Trademark Appeal Case
文字部分の称呼類似判断
本データベースは、特許庁の審決例をAIで解析・要約したものです。拒絶理由通知に対する意見書作成や、審判請求書等の作成時の参考としてお役立てください。
基本情報
| 審判番号 | 不服2002−20122(T2002−20122/J1) |
|---|---|
| 審判種別 | 不服 |
| 結論 | 敗訴(請求棄却) |
理由テキスト
1 本願商標
本願商標は、後掲のとおりの構成よりなり、第5類「薬剤」を指定商品として、平成13年9月12日に登録出願されたものである。
2 原査定の引用商標
原査定において、本願商標の拒絶の理由に引用された登録第2717928号商標(以下「引用A商標」という。)は、後掲のとおりの構成よりなり、平成2年7月31日に登録出願、第1類「薬剤」を指定商品として、同8年11月29日に設定登録されたものである。
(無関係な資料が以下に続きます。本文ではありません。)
import type { Metadata } from 'next';
import RegisterImport from '../../components/admin/RegisterImport';
import PageHead from '../../components/PageHead';
import { pageContextFor } from '../../../lib/web/context';

export const dynamic = 'force-dynamic';
export const metadata: Metadata = { title: 'Fleet register' };

export default async function RegisterPage() {
  const ctx = await pageContextFor('register.import');
  return (
    <>
      <PageHead title="Fleet register" crumbs={{ href: '/admin', label: 'Admin', here: 'fleet register' }}>
        <p className="page-head__lede">
          Import a fleet register file (fleet-v1): vessels with their thrusters, switchboards and reference systems, and
          campaigns. Holdfast checks the whole file first and shows what would change; importing the same file again
          changes nothing. Vessels and campaigns missing from the file are left as they are; a thruster, switchboard or
          reference system no longer listed for its vessel leaves the register, and its stored telemetry stays. The
          command line does the same:{' '}
          <code>holdfast fleet import FILE</code>.
        </p>
      </PageHead>
      <RegisterImport csrfToken={ctx.csrfToken} />
    </>
  );
}
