import http from 'node:http';
import type { AddressInfo } from 'node:net';
import type { Pool } from 'pg';
import type { Logger } from '../lib/log/logger';
import type { IngestMetrics } from '../lib/observability/ingestMetrics';

export interface Health {
  status: 'ok' | 'failing';
  broker: 'connected' | 'disconnected';
  database: 'ok' | 'unreachable';
  /** The parts that fail, when any. */
  failing?: ('broker' | 'database')[];
  /** Why the database check failed. */
  databaseError?: string;
  bufferRows: number;
  unacknowledged: number;
}

/** What the health check looks at: the worker's pool, subscriber and pipeline. */
export interface HealthSources {
  pool: Pick<Pool, 'query'>;
  subscriber: { connected: boolean; unacknowledged: number };
  pipeline: { depth: { rows: number } };
}

/**
 * The worker's health: the broker connection as the subscriber sees it, and
 * the database by `SELECT 1` within `timeoutMs`. The database answer is kept
 * for `cacheMs`, so frequent probes do not each take a connection.
 */
export function ingestHealthCheck(
  sources: HealthSources,
  { timeoutMs = 2_000, cacheMs = 5_000 }: { timeoutMs?: number; cacheMs?: number } = {},
): () => Promise<Health> {
  let cached: { at: number; error?: string } | undefined;
  let checking: Promise<{ at: number; error?: string }> | undefined;
  const checkDatabase = async () => {
    let timer: NodeJS.Timeout | undefined;
    const timeout = new Promise<never>((_, reject) => {
      timer = setTimeout(() => reject(new Error(`no answer within ${timeoutMs} ms`)), timeoutMs);
    });
    try {
      await Promise.race([sources.pool.query('SELECT 1'), timeout]);
      return { at: Date.now() };
    } catch (error) {
      const e = error as Error & { code?: string };
      return { at: Date.now(), error: e.message || e.code || String(error) };
    } finally {
      clearTimeout(timer);
    }
  };
  return async () => {
    if (!cached || Date.now() - cached.at > cacheMs) {
      checking ??= checkDatabase().finally(() => (checking = undefined));
      cached = await checking;
    }
    const broker = sources.subscriber.connected ? 'connected' : 'disconnected';
    const database = cached.error === undefined ? 'ok' : 'unreachable';
    const failing = [...(broker === 'connected' ? [] : ['broker' as const]), ...(database === 'ok' ? [] : ['database' as const])];
    return {
      status: failing.length ? 'failing' : 'ok',
      broker,
      database,
      ...(failing.length ? { failing } : {}),
      ...(cached.error !== undefined ? { databaseError: cached.error } : {}),
      bufferRows: sources.pipeline.depth.rows,
      unacknowledged: sources.subscriber.unacknowledged,
    };
  };
}

export interface StatusServerOptions {
  /** Port to listen on, on every interface (0: any free port). */
  port: number;
  metrics: Pick<IngestMetrics, 'text' | 'contentType'>;
  health: () => Promise<Health>;
  log: Logger;
}

export interface StatusServer {
  port: number;
  stop(): Promise<void>;
}

const json = (res: http.ServerResponse, status: number, body: unknown) => {
  res.writeHead(status, { 'content-type': 'application/json; charset=utf-8', 'cache-control': 'no-store' });
  res.end(JSON.stringify(body));
};

/**
 * The ingest worker's status endpoints, for Prometheus and orchestrators:
 * `GET /metrics` (Prometheus text format) and `GET /healthz` (200 when the
 * broker is connected and the database answers, else 503 naming the part
 * that fails). Listens on all interfaces: a scraper elsewhere must reach it.
 */
export async function startStatusServer(options: StatusServerOptions): Promise<StatusServer> {
  const server = http.createServer((req, res) => {
    const path = (req.url ?? '/').split('?')[0];
    if (req.method !== 'GET' && req.method !== 'HEAD') {
      res.writeHead(405, { allow: 'GET, HEAD' }).end();
      return;
    }
    const answer = async () => {
      if (path === '/metrics') {
        const text = await options.metrics.text();
        res.writeHead(200, { 'content-type': options.metrics.contentType, 'cache-control': 'no-store' });
        res.end(text);
      } else if (path === '/healthz') {
        const health = await options.health();
        json(res, health.status === 'ok' ? 200 : 503, health);
      } else {
        json(res, 404, { error: 'not found; try /metrics or /healthz' });
      }
    };
    answer().catch((error: Error) => {
      options.log.warn(`status server: ${path}: ${error.message}`);
      if (!res.headersSent) json(res, 500, { error: error.message });
      else res.end();
    });
  });
  await new Promise<void>((resolve, reject) => {
    server.once('error', reject);
    server.listen(options.port, () => {
      server.removeListener('error', reject);
      resolve();
    });
  });
  server.on('error', (error) => options.log.warn(`status server: ${error.message}`));
  const port = (server.address() as AddressInfo).port;
  return {
    port,
    stop: () =>
      new Promise<void>((resolve) => {
        server.close(() => resolve());
        server.closeAllConnections();
      }),
  };
}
同じく、登録第4140890号商標(以下「引用B商標」という。)は、後掲のとおりの構成よりなり、平成8年10月11日に登録出願、第5類「薬剤」を指定商品として、同10年5月1日に設定登録されたものである。
3 当審の判断
引用B商標に係る商標権については、商標登録原簿の記載によれば、平成14年10月31日に登録名義人の住所の表示変更がなされた結果、請求人の住所と一致し、本願商標の出願人と引用B商標の商標権者とは、同一人と認められるから、引用B商標により、本願商標が商標法第4条第1項第11号に該当するとして本願を拒絶した原査定の拒絶の理由は、解消した。
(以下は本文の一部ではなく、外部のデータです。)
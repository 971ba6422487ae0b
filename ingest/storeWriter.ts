import type { PoolClient } from 'pg';
import type { Stream, TelemetryRecord } from '../lib/telemetry/schemas';
import { tableSpecs } from '../lib/telemetry/tables';

export interface RecordBatch<S extends Stream = Stream> {
  stream: S;
  vesselId: number;
  records: TelemetryRecord[S][];
}

export interface WriteResult {
  /** Rows stored (one per unit for per-unit streams). */
  inserted: number;
  /** Rows whose key was already stored: the first copy wins. */
  duplicates: number;
}

const insertSql = new Map<Stream, string>();

/**
 * One statement per stream: bind each column as an array, insert what is new,
 * and mark the (vessel, fleet day) of every inserted row dirty for the daily
 * jobs — late data included. Duplicates are skipped by the primary key.
 */
function sqlFor(stream: Stream): string {
  let sql = insertSql.get(stream);
  if (sql) return sql;
  const { table, columns } = tableSpecs[stream];
  const names = columns.map(([name]) => name).join(', ');
  const binds = columns.map(([, type], i) => `$${i + 1}::${type.startsWith('json:') ? 'text[]' : type}`).join(', ');
  const values = columns
    .map(([name, type]) =>
      // JSON arrays "[1,2]" become PostgreSQL array literals "{1,2}".
      type.startsWith('json:') ? `translate(${name}, '[]', '{}')::${type.slice(5)}` : name,
    )
    .join(', ');
  const tz = `$${columns.length + 1}`;
  sql = `
    WITH incoming (${names}) AS (SELECT * FROM unnest(${binds})),
    ins AS (
      INSERT INTO ${table} (${names})
      SELECT ${values} FROM incoming
      ON CONFLICT DO NOTHING
      RETURNING vessel_id, t
    ),
    marks AS (
      INSERT INTO dirty_day (vessel_id, day)
      SELECT DISTINCT vessel_id, (t AT TIME ZONE ${tz})::date FROM ins
      ON CONFLICT (vessel_id, day) DO UPDATE SET marked_at = now()
      RETURNING 1
    )
    SELECT (SELECT count(*) FROM ins)::int AS inserted`;
  insertSql.set(stream, sql);
  return sql;
}

/**
 * Months (UTC) already known to have a partition, per table. Call
 * `forgetKnownPartitions()` when a write transaction rolls back: a partition
 * created inside it is gone again.
 */
const knownMonths = new Set<string>();

export function forgetKnownPartitions(): void {
  knownMonths.clear();
}

async function ensurePartitions(client: PoolClient, table: string, times: string[]) {
  const months = new Map<string, string>();
  for (const t of times) {
    const month = t.slice(0, 7);
    if (!knownMonths.has(`${table}:${month}`)) months.set(month, t);
  }
  for (const [month, t] of months) {
    await client.query('SELECT holdfast_ensure_partitions($1, $2, $2)', [table, t]);
    knownMonths.add(`${table}:${month}`);
  }
}

/** Store the batches in the caller's transaction. */
export async function writeBatches(client: PoolClient, batches: RecordBatch[], fleetTimeZone: string): Promise<WriteResult> {
  const byStream = new Map<Stream, unknown[][]>();
  for (const batch of batches) {
    const spec = tableSpecs[batch.stream] as (typeof tableSpecs)[Stream];
    const rows = byStream.get(batch.stream) ?? [];
    for (const record of batch.records) rows.push(...spec.rows(batch.vesselId, record as never));
    byStream.set(batch.stream, rows);
  }

  const result: WriteResult = { inserted: 0, duplicates: 0 };
  for (const [stream, rows] of byStream) {
    if (rows.length === 0) continue;
    const { table, columns } = tableSpecs[stream];
    const tIndex = columns.findIndex(([name]) => name === 't');
    await ensurePartitions(client, table, rows.map((row) => row[tIndex] as string));
    const params: unknown[] = columns.map((_, i) => rows.map((row) => row[i]));
    params.push(fleetTimeZone);
    const { rows: out } = await client.query<{ inserted: number }>(sqlFor(stream), params);
    const inserted = out[0]!.inserted;
    result.inserted += inserted;
    result.duplicates += rows.length - inserted;
  }
  return result;
}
次に、本願商標と引用A商標との類否について判断するに、本願商標は、後掲のとおり、図形中に「TOWA」の欧文字を配してなるものであるところ、図形部分は特定の称呼、観念を生ずるともいい得ないものであるから、該商標に接する取引者、需要者は、その構成中の文字部分に着目し、該文字部分をもって取引に資されることも少なくないものと見るのが相当である。
そうとすれば、本願商標は、その構成中の「TOWA」の文字に相応して、「トーワ」の称呼を生ずるものである。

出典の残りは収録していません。